- **Task instructions**: Taking the line with "return named[0] if" as the first and the line with "if last_cut and" as the last, set down exactly every line in that range from the entries below, and no more.

- **Recorded information**:
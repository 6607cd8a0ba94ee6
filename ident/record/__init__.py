"""Reading and cleaning: bytes of a CSV to a LoopRecord with its segments."""

from ident.record.read import read_csv
from ident.record.record import LoopRecord, Source
from ident.record.segments import Exclusion, Segment

__all__ = ["Exclusion", "LoopRecord", "Segment", "Source", "read_csv"]
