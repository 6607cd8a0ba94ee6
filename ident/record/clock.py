"""The order of rows in time: rows repeated or mixed up, stamps shared by several rows, clocks that were set back."""

from __future__ import annotations

from dataclasses import dataclass, replace

import numpy as np
from numpy.typing import NDArray

from ident.errors import ReadError
from ident.findings import Finding
from ident.record.quote import counted
from ident.record.segments import IRREGULAR_GAP, STEADY_GAP, Flags, Floats, Lines, steady_step

Rows = NDArray[np.intp]

SHARED = 0.3  # share of repeated stamps above which the clock is coarse, and rows are not repetitions
BACKWARDS = 0.9  # share of steps back in a log written newest first
CONFLICTS = 0.02  # share of rows with a stamp already taken above which the log is refused, beyond FEW
FEW = 2
NEAREST = 0.5  # of the step: rows of one steady clock do not lie nearer
MOST_STEPS = 50  # clock steps in one log
MOST_LOOKS = 500  # rows that go back, to be told from clock steps one by one
HOUR = 3600.0


@dataclass(frozen=True, slots=True, eq=False)
class Ordered:
    """Rows put in order.

    rows      (n,), rows of the log to keep, in their new order
    time      (n,), s, strictly increasing
    breaks    rows of the result before which the clock was set back, and by how much, s
    dropped   {reason: rows}
    """

    rows: Rows
    time: Floats
    breaks: tuple[tuple[int, float], ...]
    dropped: dict[str, int]
    findings: tuple[Finding, ...]


def ordered(time: Floats, columns: list[Floats], line: Lines, *, local: bool = False) -> Ordered:
    """Put rows in order.

    time      (n,), s, as stamped
    columns   (n,) each: what tells a repeated row from another one
    line      (n,) file lines
    local     stamps are local, without a zone: an hour back may be the end of summer time

    Raises ReadError: time-not-increasing, conflicting-rows, shared-stamps.
    """
    rows = np.arange(len(time))
    steps = np.diff(time)
    if len(steps) == 0 or steps.min() > 0:
        return Ordered(rows, time, (), {}, ())
    found: list[Finding] = []
    moved = steps[steps != 0]
    if len(moved) and np.mean(moved < 0) >= BACKWARDS:
        rows, found = rows[::-1], [_said("rows-reversed", "info", "The rows stand newest first and were turned round.")]
    time = time[rows]
    if np.mean(steps == 0) > SHARED and not _repeated(time, columns, rows).all():
        time = _spread(time, line[rows])
        share = int(np.sum(steps == 0))
        message = (
            counted(share, "row shares its stamp", "rows share their stamp")
            + " with the row before, because the stamps are coarser than the sampling; the rows were spread evenly."
        )
        found.append(_said("stamps-spread", "warning", message, count=share))
    late, shifts = _late(time, [column[rows] for column in columns], line[rows])
    for row, by in shifts:
        time[row:] += by
    if late.any():
        order = np.argsort(time, kind="stable")
        time, rows = time[order], rows[order]
        first = int(line[np.flatnonzero(late)[0]])
        came = counted(
            int(late.sum()), "row came late and was put in its place", "rows came late and were put in their place"
        )
        message = f"{came}; the first is line {first}."
        found.append(_said("rows-sorted", "warning", message, count=int(late.sum()), first_line=first))
    kept, dropped, more = _unique(time, columns, rows, line)
    breaks = tuple((int(np.count_nonzero(kept[:row])), -by) for row, by in shifts)
    for row, by in shifts:
        hint = ""
        if local and abs(abs(by) - HOUR) < 0.01 * HOUR:
            hint = ' It is one hour: for the end of summer time, give the option "zone".'
        found.append(
            _said(
                "clock-step",
                "warning",
                f"Line {line[rows[row]]} lies {by:.6g} s before its turn: the clock was set back. The record is split "
                f"there, and later times count on from the row before.{hint}",
                count=len(shifts),
                line=int(line[rows[row]]),
                step_s=-by,
            )
        )
    if len(shifts) > 1:
        found = [f for f in found if f.code != "clock-step"] + [f for f in found if f.code == "clock-step"][:1]
    return Ordered(rows[kept], time[kept], breaks, dropped, (*found, *more))


def _repeated(time: Floats, columns: list[Floats], rows: Rows) -> Flags:
    """Of the rows that share the stamp of the row before, those that repeat it exactly."""
    again = np.flatnonzero(np.diff(time) == 0)
    same = np.ones(len(again), dtype=np.bool_)
    for column in columns:
        a, b = column[rows[again]], column[rows[again + 1]]
        same &= (a == b) | (np.isnan(a) & np.isnan(b))
    return same


def _spread(time: Floats, line: Lines) -> Floats:
    """Rows that share coarse stamps, evenly between them; refused where no even clock explains the stamps."""
    first = np.concatenate(([0], np.flatnonzero(np.diff(time)) + 1))
    stamps, counts = time[first], np.diff(np.append(first, len(time)))
    ticks = np.diff(stamps)
    tick = float(np.median(ticks)) if len(ticks) else 0.0
    # A stretch without a missing tick has one clock.
    starts = np.concatenate(([0], np.flatnonzero(np.abs(ticks - tick) > 0.01 * tick) + 1, [len(stamps)]))
    out = time.copy()
    for a, b in zip(starts[:-1].tolist(), starts[1:].tolist(), strict=True):
        rows = slice(int(first[a]), int(first[a] + counts[a:b].sum()))
        inner = counts[a + 1 : b - 1] if b - a > 2 else counts[a:b]
        step = tick * (b - a - 2) / inner.sum() if b - a > 2 else tick / inner.max(initial=1)
        if tick <= 0 or np.ptp(inner) > 1:
            row = int(first[a + int(np.argmax(np.abs(inner - np.median(inner)))) + (b - a > 2)])
            raise ReadError(
                "shared-stamps",
                f"Many rows share a stamp, and from line {line[row]} on not as many as elsewhere: the time between "
                "rows is unknown; export stamps with the full resolution of the sampling.",
                {"line": int(line[row])},
            )
        k = np.round(np.arange(rows.stop - rows.start) * step, 12)
        # The latest even clock whose rows all fall within the tick of their stamp starts as early as it may.
        out[rows] = np.round(k + float(np.max(time[rows] - k)), 12)
    return out


def _late(time: Floats, columns: list[Floats], line: Lines) -> tuple[Flags, list[tuple[int, float]]]:
    """Rows to sort into their place, and (row, s to add from there on) where the clock was set back."""
    time = time.copy()
    late = np.zeros(len(time), dtype=np.bool_)
    shifts: list[tuple[int, float]] = []
    step, steady = _step(np.sort(time))
    if not steady:
        step, steady = _step(time)
    limit = (STEADY_GAP if steady else IRREGULAR_GAP) * step
    nearest = NEAREST * step if steady else 0.0
    if np.any(np.diff(time) < 0) and steady and _all_fit(time, columns, nearest, limit):
        return time < np.maximum.accumulate(time), []
    looked = 0
    while len(back := np.flatnonzero(np.diff(time) < 0)):
        row = int(back[0]) + 1
        stop = row + 1
        while stop < len(time) and time[row] <= time[stop] < time[row - 1] and stop - row < 1000:
            stop += 1
        # Rows that came late are followed by one that goes on where the log was; their place is still free.
        looked += 1
        fits = stop < len(time) and time[stop] > time[row - 1] and stop - row < len(time) // 4
        if fits and _free(time, columns, slice(row, stop), nearest, limit):
            late[row:stop] = True
            time[row:stop] = time[row - 1]
            continue
        shifts.append((row, float(time[row - 1] + step - time[row])))
        time[row:] += shifts[-1][1]
        if len(shifts) > MOST_STEPS or looked > MOST_LOOKS:
            raise ReadError(
                "time-not-increasing",
                f"Line {line[shifts[0][0]]} lies {shifts[0][1]:.6g} s before its turn, and more than {MOST_STEPS} rows "
                "like it: sort the rows, or export the stamps of one clock.",
                {"line": int(line[shifts[0][0]]), "count": len(shifts), "step_s": -shifts[0][1]},
            )
    return late, shifts


def _step(time: Floats) -> tuple[float, bool]:
    steps = np.diff(time)
    return steady_step(steps[steps > 0])


def _free(time: Floats, columns: list[Floats], run: slice, nearest: float, limit: float) -> bool:
    """Whether the place of rows that came late is still free, or holds the same rows already."""
    others = np.delete(np.arange(len(time)), np.arange(run.start, run.stop))
    others = others[np.argsort(time[others], kind="stable")]
    there, mine = time[others], time[run]
    at = np.searchsorted(there, mine)
    here = np.minimum(at, len(others) - 1)
    same = there[here] == mine
    for column in columns:
        a, b = column[others[here]], column[run]
        same &= (a == b) | (np.isnan(a) & np.isnan(b))
    if same.mean() > 1 - CONFLICTS:
        return True
    if at[-1] == len(others) or at[0] != at[-1]:
        return False
    below = mine[0] - there[at[0] - 1] if at[0] else limit
    above = there[at[0]] - mine[-1]
    return bool(nearest <= below <= limit and max(nearest, 1e-12) <= above <= limit)


def _all_fit(time: Floats, columns: list[Floats], nearest: float, limit: float) -> bool:
    """Whether sorting alone mends the log: every late row finds its place free, or the same row there already."""
    late = time < np.maximum.accumulate(time)
    order = np.argsort(time, kind="stable")
    there, moved = time[order], late[order]
    steps = np.diff(there)
    same = np.zeros(len(steps), dtype=np.bool_)
    same[steps == 0] = _repeated(there, columns, order)
    below, above = np.append(np.nan, steps), np.append(steps, np.nan)
    repeats = np.append(False, same) | np.append(same, False)
    free = (below >= nearest) & (below <= limit) & (above >= nearest) & (above <= limit)
    lost = moved & ~repeats & ~free
    return int(lost.sum()) <= CONFLICTS * int(moved.sum())


def _unique(
    time: Floats, columns: list[Floats], rows: Rows, line: Lines
) -> tuple[Flags, dict[str, int], list[Finding]]:
    """Rows to keep: of those with one stamp the first."""
    taken = np.diff(time, prepend=time[0] - 1) == 0
    if not taken.any():
        return np.ones(len(time), dtype=np.bool_), {}, []
    again = np.flatnonzero(np.diff(time) == 0)
    same = _repeated(time, columns, rows)
    repeated, other = again[same] + 1, again[~same] + 1
    # Within a group of more than two rows each is compared with the one before, and all but the first go.
    found, dropped = [], {}
    if len(repeated):
        first = int(line[rows[repeated]].min())
        repeat = counted(
            len(repeated), "row repeats another exactly and was dropped", "rows repeat another exactly and were dropped"
        )
        message = f"{repeat}; the first is line {first}."
        found.append(_said("dropped-duplicates", "warning", message, count=len(repeated), first_line=first))
        dropped["exact repetition"] = len(repeated)
    if len(other):
        first = int(line[rows[other]].min())
        if len(other) > max(FEW, CONFLICTS * len(time)):
            raise ReadError(
                "conflicting-rows",
                f"Line {first} repeats the stamp of another row with other values ({len(other)} such rows): export "
                "stamps with the full resolution of the sampling, or one log per source.",
                {"line": first, "count": len(other)},
            )
        message = (
            f"{counted(len(other), 'row has', 'rows have')} the stamp of another row but other values; the first of "
            "each was kept. "
            f"The first dropped is line {first}."
        )
        found.append(_said("conflicting-rows", "warning", message, count=len(other), first_line=first))
        dropped["stamp already taken"] = len(other)
    return ~taken, dropped, found


def _said(code: str, severity: str, message: str, **evidence: float | int | str) -> Finding:
    return replace(Finding(code, "info", message, dict(evidence)), severity=severity)  # type: ignore[arg-type]
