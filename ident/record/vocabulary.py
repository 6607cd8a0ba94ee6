"""What a header says: the usual words for time, setpoint, command and speed, and the unit beside them."""

from __future__ import annotations

import re
import unicodedata
from dataclasses import dataclass


def _words(text: str) -> frozenset[str]:
    return frozenset(text.split())


# English, German, French, Spanish, Italian; without accents, ß as ss, ö as o or oe.
TIME = _words(
    """time timestamp t datetime zeit zeitstempel zeitpunkt uhrzeit temps heure horodatage horodate tiempo
    hora tempo ora elapsed sourcetimestamp servertimestamp epoch"""
)
DATE = _words("date datum fecha data jour")
SETPOINT = _words(
    """sp sv r setpoint setpt set reference ref target soll sollwert solldrehzahl drehzahlsollwert setpunkt
    fuhrungsgrosse fuehrungsgroesse consigne consigna referencia riferimento"""
)
COMMAND = _words(
    """command cmd co op out mv u manipulated actuator actuation duty dutycycle pwm stellgrosse stellgroesse
    stellwert stellsignal reglerausgang commande comando mando"""
)
SPEED = _words(
    """speed pv rpm rps tacho tachometer velocity omega drehzahl istdrehzahl drehzahlistwert geschwindigkeit
    vitesse regime velocidad velocita giri"""
)
MEASURED = _words(
    """measured measurement actual act feedback ist istwert mesure mesuree mesura medida medido misura
    misurata"""
)
OUTPUT = _words("output y ausgang sortie salida uscita")
INPUT = _words("input eingang entree entrada ingresso")
CONTROLLER = _words("controller control regler regulateur regulador controlador regolatore pid pi")
# What a drive is commanded by; beside a word for command they say no more than it.
EFFORT = _words(
    """torque moment drehmoment couple par coppia current strom courant corriente corrente voltage spannung
    tension tensione"""
)
# Words that make a signal something else than one of the four, whatever stands beside them.
OTHER = _words(
    """error err deviation abweichung regelabweichung erreur ecart errore limit limits limite max min maximum
    minimum alarm alarme temperature temperatur temp angle winkel acceleration power leistung
    pressure druck flow"""
)
COUNTS = _words("count counts encoder pulse pulses impulse impulses ticks increments inkremente position pos")
TAG = _words("tag tagname tagid point pointname variable varname item itemname channel signal kanal name")
VALUE = _words("value wert valeur valor valore val")
QUALITY = _words(
    """status statuscode quality opcquality qualitat qualitaet qualite calidad qualita
    state zustand etat estado stato"""
)
MODE = _words("mode modus betriebsart modo modalita")
AMBIGUOUS = _words("cv")

TIME_UNITS = {
    **dict.fromkeys(("s", "sec", "secs", "second", "seconds", "sek"), 1.0),
    **dict.fromkeys(("ms", "msec"), 1e-3),
    **dict.fromkeys(("us", "µs", "μs"), 1e-6),  # the micro sign and the Greek letter
    "ns": 1e-9,
    "min": 60.0,
    "h": 3600.0,
}
UTC_NAMES = _words("utc gmt z")
_SPEED_UNITS = _words("rpm 1/min min-1 u/min tr/min rad/s rps rev/s hz m/min m/s deg/s °/s turns/s g/min giri/min")
_UNITS = _SPEED_UNITS | UTC_NAMES | _words("% pct percent v mv volt a ma nm s ms us ns sec local iso iso8601 -")
_SUFFIXES = {
    **{unit: unit for unit in ("rpm", "rps", "%", "s", "ms", "us", "ns", "sec", "utc")},
    **dict.fromkeys(("pct", "percent"), "%"),
    **dict.fromkeys(("v", "volt", "volts"), "V"),
    "ma": "mA",
    "hz": "Hz",
}
_BRACKETED = re.compile(r"(.*?)[\s_]*[\[(]([^\])]*)[\])]\s*")


@dataclass(frozen=True, slots=True)
class Header:
    """One header: its words without accents, and its unit ("" where it names none)."""

    text: str
    words: tuple[str, ...]
    unit: str


def understand(text: str) -> Header:
    """Split a header into words and unit: "Drehzahl [1/min]", "speed_rpm", "SIC101.PV", "rpm"."""
    base, unit = text.strip(), ""
    if bracketed := _BRACKETED.fullmatch(base):
        base, unit = bracketed[1], bracketed[2].strip()
    elif base.casefold() in _SPEED_UNITS:
        return Header(text, ("speed",), base)
    elif base.casefold() in TIME_UNITS:
        return Header(text, ("time",), base)
    elif (parts := base.rsplit(maxsplit=1)) and len(parts) == 2 and parts[1].casefold() in _SPEED_UNITS - SPEED:
        base, unit = parts
    # A full tag path: the signal is named by its last part.
    tail = re.split(r"[./\\:|]", base)[-1]
    if tail != base and re.fullmatch(r"[A-Za-z]{1,12}[0-9]*", tail):
        base = tail
    words = _split(base)
    if not unit and len(words) > 1 and words[-1] in _SUFFIXES:
        unit = _SUFFIXES[words[-1]]
        if unit not in SPEED:
            words.pop()
    # A single letter is a name only where it stands alone.
    return Header(text, tuple(w for w in words if len(w) > 1 or len(words) == 1), unit)


def _split(text: str) -> list[str]:
    spaced = re.sub(r"(?<=[a-z])(?=[A-Z])", " ", text)
    plain = unicodedata.normalize("NFKD", spaced.casefold())
    plain = "".join(c for c in plain if not unicodedata.combining(c))
    # Loops are numbered: PV1, speed2.
    return [re.sub(r"(?<=[^\W\d_]{2})\d+$", "", word) for word in re.findall(r"%|[^\W_]+", plain)]


def is_unit(text: str) -> bool:
    """Whether a cell of a units row is a unit (or blank)."""
    return not text or text.strip("[]() ").casefold() in _UNITS


def meaning(header: Header) -> str | None:
    """What a column holds.

    time, date, setpoint, command or speed; output or input where only the other columns can tell; cv where
    nothing can; quality for a status column, mode for manual or automatic, counts for an encoder; tag and value
    for logs with one row per signal; None where no word is known or the words contradict each other.
    """
    words = {*header.words, "".join(header.words)}
    if words & MODE:
        return "mode"
    if words & QUALITY:
        return "quality"
    if words & AMBIGUOUS:
        return "cv"
    if words & TIME and not words & (SPEED | COMMAND | SETPOINT | OTHER):
        return "time"
    if words & DATE:
        return "date"
    if words & OTHER:
        return None
    if words & COUNTS and not words & (SETPOINT | COMMAND):
        return "counts"
    controlled = bool(words & OUTPUT) and bool(words & CONTROLLER)
    roles = {
        "setpoint": bool(words & SETPOINT),
        "command": bool(words & COMMAND) or controlled,
        "speed": bool(words & (SPEED | MEASURED)),
    }
    if words & EFFORT:
        return "command" if roles == {"setpoint": False, "command": True, "speed": False} else None
    if roles["setpoint"] and not roles["command"]:
        return "setpoint"
    if roles["command"] or roles["speed"]:
        # "speed command" may be either: it is asked for.
        named = [role for role, said in roles.items() if said]
        return named[0] if len(named) == 1 else None
    if len(header.words) == 1 and words & (OUTPUT | INPUT):
        return "output" if words & OUTPUT else "input"
    if words & TAG:
        return "tag"
    return "value" if words & VALUE else None
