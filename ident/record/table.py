"""The rows of a log as columns of cells, with their file lines; comments and footers set apart."""

from __future__ import annotations

import io
import re
import warnings
from dataclasses import dataclass

import numpy as np
import pandas as pd

from ident.errors import ReadError
from ident.findings import Finding
from ident.record.dialect import Dialect
from ident.record.segments import Lines

LEAST_ROWS = 5


@dataclass(frozen=True, slots=True)
class Table:
    """Cells by column position.

    cells     one column per field: stamps, numbers where a whole column is numeric, else text; NaN where blank
    line      (n,) file line of each row, counted from 1; a quoted line break counts as none
    """

    cells: pd.DataFrame
    line: Lines
    findings: tuple[Finding, ...]


def read_table(text: bytes, dialect: Dialect, *, time: int | None = None) -> Table:
    """Parse the data rows.

    time    position of a column to read as ISO 8601 stamps where all its cells are such, else left as text

    Raises ReadError: ragged-row, unclosed-quote, unreadable-table, too-few-rows.
    """
    body = text[dialect.offset :]
    try:
        cells = _parsed(body, dialect, time)
    except pd.errors.ParserError as cause:
        raise _explained(str(cause), dialect) from cause
    except pd.errors.ParserWarning as cause:
        # pandas compares each row with the one before; for the first it only warns.
        raise _ragged(dialect.line, "more", dialect.width) from cause
    line = np.arange(len(cells), dtype=np.int64) + dialect.line
    blank = cells.isna().all(axis=1).to_numpy()
    cells, line = cells[~blank], line[~blank]
    findings: list[Finding] = []
    # A comment or footer fills its first field and nothing else.
    short = cells.iloc[:, 1:].isna().all(axis=1).to_numpy(copy=True)
    last_cut = len(cells) > 0 and not body.endswith((b"\n", b"\r")) and bool(cells.iloc[-1, -1:].isna().all())
    if last_cut and not short[-1] and len(cells) > 1 and not cells.iloc[:-1, -1].isna().any():
        short[-1] = True
        findings.append(
            Finding(
                "truncated-tail",
                "warning",
                f"The last line ({line[-1]}) is incomplete and was dropped.",
                {"line": int(line[-1]), "rows_dropped": 1},
            )
        )
    elif short.any():
        findings.append(
            Finding(
                "dropped-lines",
                "warning",
                f"{int(short.sum())} lines with one filled field (comments, a footer) were dropped, "
                f"the first is line {line[short][0]}.",
                {"count": int(short.sum()), "first_line": int(line[short][0])},
            )
        )
    cells, line = cells[~short], line[~short]
    if len(cells) < LEAST_ROWS:
        raise ReadError(
            "too-few-rows",
            f"The log has {len(cells)} rows of data; at least {LEAST_ROWS} are needed, and a useful test has hundreds.",
            {"rows": len(cells)},
        )
    return Table(cells, line, tuple(findings))


def _parsed(body: bytes, dialect: Dialect, time: int | None) -> pd.DataFrame:
    with warnings.catch_warnings():
        warnings.simplefilter("error", pd.errors.ParserWarning)
        return pd.read_csv(
            io.BytesIO(body),
            sep=dialect.delimiter,
            decimal=dialect.decimal,
            header=None,
            names=range(dialect.width),
            index_col=False,
            # Twice as fast as parsing the text afterwards.
            parse_dates=[] if time is None else [time],
            date_format="ISO8601",
            # Words are counted, not swallowed; blank lines are kept so that rows know their line.
            keep_default_na=False,
            na_values=[""],
            skip_blank_lines=False,
            skipinitialspace=True,
            low_memory=False,
        )


def _explained(message: str, dialect: Dialect) -> ReadError:
    ragged = re.search(r"Expected (\d+) fields in line (\d+), saw (\d+)", message)
    if ragged:
        return _ragged(int(ragged[2]) + dialect.line - 1, ragged[3], int(ragged[1]))
    quote = re.search(r"EOF inside string starting at row (\d+)", message)
    if quote:
        line = int(quote[1]) + dialect.line
        return ReadError(
            "unclosed-quote",
            f"A quote opened in line {line} is never closed: mend that line.",
            {"line": line},
        )
    return ReadError("unreadable-table", "The log cannot be read as a table: export it again as CSV.")


def _ragged(line: int, fields: str, expected: int) -> ReadError:
    return ReadError(
        "ragged-row",
        f"Line {line} has {fields} fields where {expected} are expected: is a decimal comma also the delimiter? "
        "Export with semicolons or decimal points.",
        {"line": line, "fields": fields, "expected": expected},
    )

- **Answer to this task**:
        return named[0] if len(named) == 1 else None
    if len(header.words) == 1 and words & (OUTPUT | INPUT):
        return "output" if words & OUTPUT else "input"
    if words & TAG:
        return "tag"
    return "value" if words & VALUE else None
filename ident/record/table.py
"""The rows of a log as columns of cells, with their file lines; comments and footers set apart."""

from __future__ import annotations

import io
import re
import warnings
from dataclasses import dataclass

import numpy as np
import pandas as pd

from ident.errors import ReadError
from ident.findings import Finding
from ident.record.dialect import Dialect
from ident.record.segments import Lines

LEAST_ROWS = 5


@dataclass(frozen=True, slots=True)
class Table:
    """Cells by column position.

    cells     one column per field: stamps, numbers where a whole column is numeric, else text; NaN where blank
    line      (n,) file line of each row, counted from 1; a quoted line break counts as none
    """

    cells: pd.DataFrame
    line: Lines
    findings: tuple[Finding, ...]


def read_table(text: bytes, dialect: Dialect, *, time: int | None = None) -> Table:
    """Parse the data rows.

    time    position of a column to read as ISO 8601 stamps where all its cells are such, else left as text

    Raises ReadError: ragged-row, unclosed-quote, unreadable-table, too-few-rows.
    """
    body = text[dialect.offset :]
    try:
        cells = _parsed(body, dialect, time)
    except pd.errors.ParserError as cause:
        raise _explained(str(cause), dialect) from cause
    except pd.errors.ParserWarning as cause:
        # pandas compares each row with the one before; for the first it only warns.
        raise _ragged(dialect.line, "more", dialect.width) from cause
    line = np.arange(len(cells), dtype=np.int64) + dialect.line
    blank = cells.isna().all(axis=1).to_numpy()
    cells, line = cells[~blank], line[~blank]
    findings: list[Finding] = []
    # A comment or footer fills its first field and nothing else.
    short = cells.iloc[:, 1:].isna().all(axis=1).to_numpy(copy=True)
    last_cut = len(cells) > 0 and not body.endswith((b"\n", b"\r")) and bool(cells.iloc[-1, -1:].isna().all())
    if last_cut and not short[-1] and len(cells) > 1 and not cells.iloc[:-1, -1].isna().any():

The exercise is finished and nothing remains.